Beauty, so I heard someone say once, is skin deep, but ugly goes right to the bone. This doesn’t help much in adolescence, but of course, we all grow up and realize that other characteristics, such as courage, humor and compassion matter more. That’s the message of countless Hollywood movies, and it’s usually done in an expected way, but “Mask,” starring Eric Stoltz and Cher, does it differently. Playing the real-life teen Roy, “Rocky” Dennis,” who is afflicted with a rare facial affliction called cranio-diaphyseal dysplasia (or its much crueler term of lionitis), Eric’s life isn’t easy, but at least he and his single mom (Cher) can take comfort in knowing that when it comes to courage, humor and compassion, he’s got more than enough.

“Mask,” takes place in the late seventies, and it’s that period where Eric’s school keeps trying to stick him in special education classes, although he is actually quite smart. At home, he finds comfort and companionship with his mom’s biker gang, led by her boyfriend (Sam Elliott). Cher isn’t portrayed as your stereotypical feisty single mom; her character winds up being more complex than that. “Your mom sometimes does the wrong things, but for the right reasons,” Sam tells Eric at one point. And she may be far from perfect, but she’s fiercely protective of her son and determined that he will lead as normal a life as possible. And who isn’t temporarily stunned into silence when she catches someone staring at her son and snaps, “What’s the matter, never seen anyone from the planet Vulcan before?”
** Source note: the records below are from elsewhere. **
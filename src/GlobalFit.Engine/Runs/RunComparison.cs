using System.Collections.Immutable;
using GlobalFit.Engine.Evaluation;
using GlobalFit.Engine.Fitting;
using GlobalFit.Physics.DataFiles;

namespace GlobalFit.Engine.Runs;

/// <summary>A run's catalogue against the truth tables of an observation file, class by class
/// (<see cref="CatalogueComparison"/> with each class's own matcher): what <c>globalfit compare</c> and the demo report.</summary>
public static class RunComparison
{
    /// <summary>Compares every class of the run that has a matcher and a truth table.</summary>
    /// <param name="plan">The run's plan.</param>
    /// <param name="layout">The run folder.</param>
    /// <param name="catalogue">The run's catalogue (from <see cref="RunCatalogue.Build"/>).</param>
    /// <param name="truth">The observation whose truth tables hold the injections.</param>
    /// <param name="detectableSnr">Injected SNR from which an unmatched injection counts as missed.</param>
    /// <param name="warn">Receives a message when the newest checkpoint is damaged and the previous one is used.</param>
    /// <returns>One comparison per class with sources, in registration order; a class whose truth table is absent is
    /// compared with an empty one.</returns>
    public static ImmutableArray<ClassComparison> Compare(RunPlan plan, RunFolderLayout layout, IReadOnlyList<CatalogueRecord> catalogue,
        Observation truth, double detectableSnr, Action<string> warn)
    {
        ArgumentNullException.ThrowIfNull(plan);
        ArgumentNullException.ThrowIfNull(catalogue);
        ArgumentNullException.ThrowIfNull(truth);
        var noise = RunCatalogue.FinalNoise(plan, layout, warn);
        var results = ImmutableArray.CreateBuilder<ClassComparison>();
        foreach (var classPlan in plan.Classes)
        {
            if (classPlan.CreateMatcher(noise) is not { } matcher) continue;
            var table = truth.FindTruth(classPlan.ClassId) ?? new TruthTable(classPlan.ClassId, [.. matcher.ParameterColumns, "snr"], [], []);
            results.Add(CatalogueComparison.Compare([.. catalogue.Where(r => r.ClassId == classPlan.ClassId)], table, matcher, detectableSnr));
        }
        return results.ToImmutable();
    }
}
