using GlobalFit.Engine.Orchestration;
using GlobalFit.Engine.SourceClasses;

namespace GlobalFit.Engine.Runs;

/// <summary>How to run a fit besides its configuration.</summary>
/// <param name="Progress">Receives progress and warnings.</param>
/// <param name="OtlpEndpoint">OTLP collector to export telemetry to as well, or null (telemetry.jsonl is always written).</param>
/// <param name="Cancellation">Cancelling checkpoints the last complete iteration and stops.</param>
public sealed record FitRunOptions(IFitProgress Progress, Uri? OtlpEndpoint, CancellationToken Cancellation)
{
    /// <summary>The modules the run's configuration may use (<see cref="SourceClassRegistry.Default"/> unless a test
    /// or an embedding program adds its own).</summary>
    public SourceClassRegistry Registry { get; init; } = SourceClassRegistry.Default;

    /// <summary>Resume with a data file other than the one the run was fitted to (<c>--accept-new-data</c>); without it
    /// such a resume is refused.</summary>
    public bool AcceptNewData { get; init; }
}
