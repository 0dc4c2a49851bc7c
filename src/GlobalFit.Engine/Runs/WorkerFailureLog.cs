using System.Globalization;
using System.Text;
using GlobalFit.Physics.Files;

namespace GlobalFit.Engine.Runs;

/// <summary><c>RUN/worker-failures.log</c>: every worker failure of a run with its full exception, appended as plain
/// text (a line <c>UTC-TIME worker WORKER-ID failed:</c>, the exception with its stack trace, a blank line). The terminal
/// shows one line per failure; this file holds what a bug report needs.</summary>
public sealed class WorkerFailureLog(string path)
{
    private readonly object _gate = new();

    /// <summary>The file.</summary>
    public string Path { get; } = path;

    /// <summary>Appends <paramref name="error"/> of <paramref name="workerId"/>.</summary>
    /// <remarks>A failure to write the log is not a reason to stop the fit: the one-line warning has already reached the
    /// user, and a full disk stops the run at its next sample or checkpoint write anyway.</remarks>
    public void Record(string workerId, Exception error)
    {
        ArgumentNullException.ThrowIfNull(error);
        string entry = string.Create(CultureInfo.InvariantCulture, $"{DateTime.UtcNow:yyyy-MM-ddTHH:mm:ssZ} worker {workerId} failed:\n{error}\n\n");
        lock (_gate)
        {
            try
            {
                using var stream = WriteStreams.Open(Path, FileMode.Append, FileAccess.Write, FileShare.Read);
                stream.Write(Encoding.UTF8.GetBytes(entry));
            }
            catch (Exception e) when (e is IOException or UnauthorizedAccessException)
            {
                // See remarks.
            }
        }
    }
}
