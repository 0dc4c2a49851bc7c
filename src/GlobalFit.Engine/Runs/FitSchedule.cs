using System.Collections.Immutable;
using GlobalFit.Engine.Configuration;
using GlobalFit.Engine.Fitting;

namespace GlobalFit.Engine.Runs;

/// <summary>The blocked-Gibbs schedule: an ordered list of stages, each a set of worker groups whose templates never
/// share a bin, so their workers may update at the same time.</summary>
/// <param name="Stages">Group names per stage, in order.</param>
public sealed record FitSchedule(ImmutableArray<ImmutableArray<string>> Stages)
{
    /// <summary>Every group in module registration order, one per stage.</summary>
    public static FitSchedule Default(IEnumerable<IFitSourceClassPlan> classes) =>
        new([.. classes.SelectMany(c => c.Groups).Select(g => ImmutableArray.Create(g.Name))]);

    /// <summary>Reads <c>[schedule] stages</c> (an array whose items are a group name or an array of group names) and
    /// checks that every group of <paramref name="classes"/> appears exactly once.</summary>
    /// <param name="table">The <c>[schedule]</c> table, or null for the default schedule.</param>
    /// <param name="classes">The planned classes.</param>
    /// <exception cref="Physics.Files.InvalidInputException">A group is unknown, repeated or missing; the message names
    /// the key.</exception>
    public static FitSchedule FromConfig(ConfigTable? table, IReadOnlyList<IFitSourceClassPlan> classes)
    {
        ArgumentNullException.ThrowIfNull(classes);
        if (table is null || !table.Has("stages"))
        {
            table?.RejectUnknownKeys(["stages"]);
            return Default(classes);
        }
        var known = classes.SelectMany(c => c.Groups).Select(g => g.Name).ToList();
        var raw = table.GetStringLists("stages");
        table.RejectUnknownKeys(["stages"]);
        var seen = new HashSet<string>(StringComparer.Ordinal);
        foreach (var stage in raw)
        {
            if (stage.Count == 0) throw table.Invalid("stages", "a stage lists no worker group");
            foreach (string group in stage)
            {
                if (!known.Contains(group))
                {
                    string? near = KeySuggestion.Closest(group, known);
                    throw table.Invalid("stages", $"no worker group is called \"{group}\"{(near is null ? "" : $"; did you mean \"{near}\"?")} (groups: {string.Join(", ", known)})");
                }
                if (!seen.Add(group)) throw table.Invalid("stages", $"group \"{group}\" appears more than once");
            }
        }
        var missing = known.Where(g => !seen.Contains(g)).ToList();
        if (missing.Count > 0) throw table.Invalid("stages", $"every worker group must run once per iteration; missing: {string.Join(", ", missing)}");
        return new FitSchedule([.. raw.Select(s => s.ToImmutableArray())]);
    }
}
Eventually, Eric takes a job as a counselor at a sleepaway summer camp for, as he puts it wryly, “little blind kids.” Fortunately for him, there are all different age groups, and he winds up falling for Laura Dern, who winds up being a kindred spirit as well as beautiful. “Mask” has a sad ending (and the real life story that includes Rocky’s brother is even sadder), but it’s one of those triumph of the human spirit movies that leaves you feeling hopeful anyway. The DVD cover is similar to that of “The Karate Kid” (made around the same time), with Eric’s silhouette against a fiery sunset by the water. Like Ralph Macchio’s character, Eric’s undergoes a trial by fire of a sort and emerges victorious. And trust me, after watching it, even acne will seem a minor matter.